I Took a DNA Test to Find Long-Lost Relatives in America. I Found a Sister Instead

I Took a DNA Test to Find Long-Lost Relatives in America. I Found a Sister Instead

I have always known I had relatives in America. Two of my great-grandmother’s brothers emigrated from Sweden to the United States in the early 1900s, and that branch of the family had always felt just out of reach. When a relative recently managed to make some contact with the American side, I became keen to try for myself. So in the autumn of 2025, I ordered a DNA test from MyHeritage and sent in my sample, expecting to find a name from that missing branch — a cousin, perhaps, or a grandchild of those two brothers.

I was not prepared for what I found instead.

An unexpected DNA Match

The results arrived in early November. It was a Sunday morning when the email came from MyHeritage. The first thing it showed me was my ethnicity breakdown: 37% Balkan.

My whole life, based on everything my mother had told me, I had believed my father was Danish. I had carried that without question — until this number on a screen made me begin to wonder.

But that was only the beginning. When I went further and looked at my DNA Matches, the very first result at the top of the list was: half-sister.

A half-sister DNA Match

A half-sister DNA Match

Then my heart started racing. I became so nervous and worked up that I couldn’t think quite clearly.

Somewhere out there was a woman who shared a father with me. A father I had never known.

“Can we call?”

I sent her a message through MyHeritage. Her reply came quickly: Can we call? And so we did.

Her name is Suzanna — she goes by Sanna — and she lives just a few hours away in Beddingestrand, in Skåne. She took a DNA test 3 years earlier, a birthday gift from her daughter. She hadn’t expected this either.

She told me that when she saw the subject line of my message — Hello, my name is Eva and we’re half-sisters — she was in complete shock. And then she told me something remarkable. When she was 24, she visited a medium who told her she had a sister. She hadn’t believed it at the time. The medium had said the sister would “knock on her door” when she was older.
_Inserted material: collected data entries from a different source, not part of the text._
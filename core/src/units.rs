//! Functional units: per kind, a count, a latency, pipelined or not.
//!
//! Per cycle, a pipelined pool accepts up to `count` operations; an unpipelined
//! unit accepts one operation and stays busy for its whole latency.

use crate::config::UnitConfig;

#[derive(Debug)]
pub(crate) struct UnitPool {
    pub latency: u64,
    pipelined: bool,
    count: u32,
    cycle: u64,
    used: u32,
    busy_until: Vec<u64>,
}

impl UnitPool {
    pub(crate) fn new(cfg: &UnitConfig) -> UnitPool {
        UnitPool {
            latency: u64::from(cfg.latency),
            pipelined: cfg.pipelined,
            count: cfg.count,
            cycle: u64::MAX,
            used: 0,
            busy_until: vec![0; cfg.count as usize],
        }
    }

    /// Take a unit at `now` if one is free.
    pub(crate) fn try_take(&mut self, now: u64) -> bool {
        if self.pipelined {
            if self.cycle != now {
                self.cycle = now;
                self.used = 0;
            }
            if self.used < self.count {
                self.used += 1;
                return true;
            }
            return false;
        }
        match self.busy_until.iter_mut().find(|b| **b <= now) {
            Some(unit) => {
                *unit = now + self.latency;
                true
            }
            None => false,
        }
    }

    /// The cycle at which an unpipelined unit of the pool is next free
    /// (0 for pipelined pools, which never stay busy).
    pub(crate) fn busy_until(&self) -> u64 {
        self.busy_until.iter().copied().min().unwrap_or(0)
    }
}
40 years later, I knocked.

The same village, the same streets

We met for the first time on December 13, 2025, and it clicked instantly.

Eva and Sanna meeting for the first time

Eva and Sanna meeting for the first time

We are so incredibly alike — in the way we think, in our humor, in our spontaneity.

Then we began comparing notes, and the coincidences kept coming.

Sanna had grown up spending 2–3 months every summer in Milna, a small village on the island of Brač in Croatia. Her parents had owned a house there for years. I had vacationed in Milna 5 or 6 times. We looked at each other and did the math. We had almost certainly been in that village at the same time, walking the same streets, perhaps passing each other without a second glance. It turns out our father — a man from Split, now 82 — had owned a home there. He had been there all along.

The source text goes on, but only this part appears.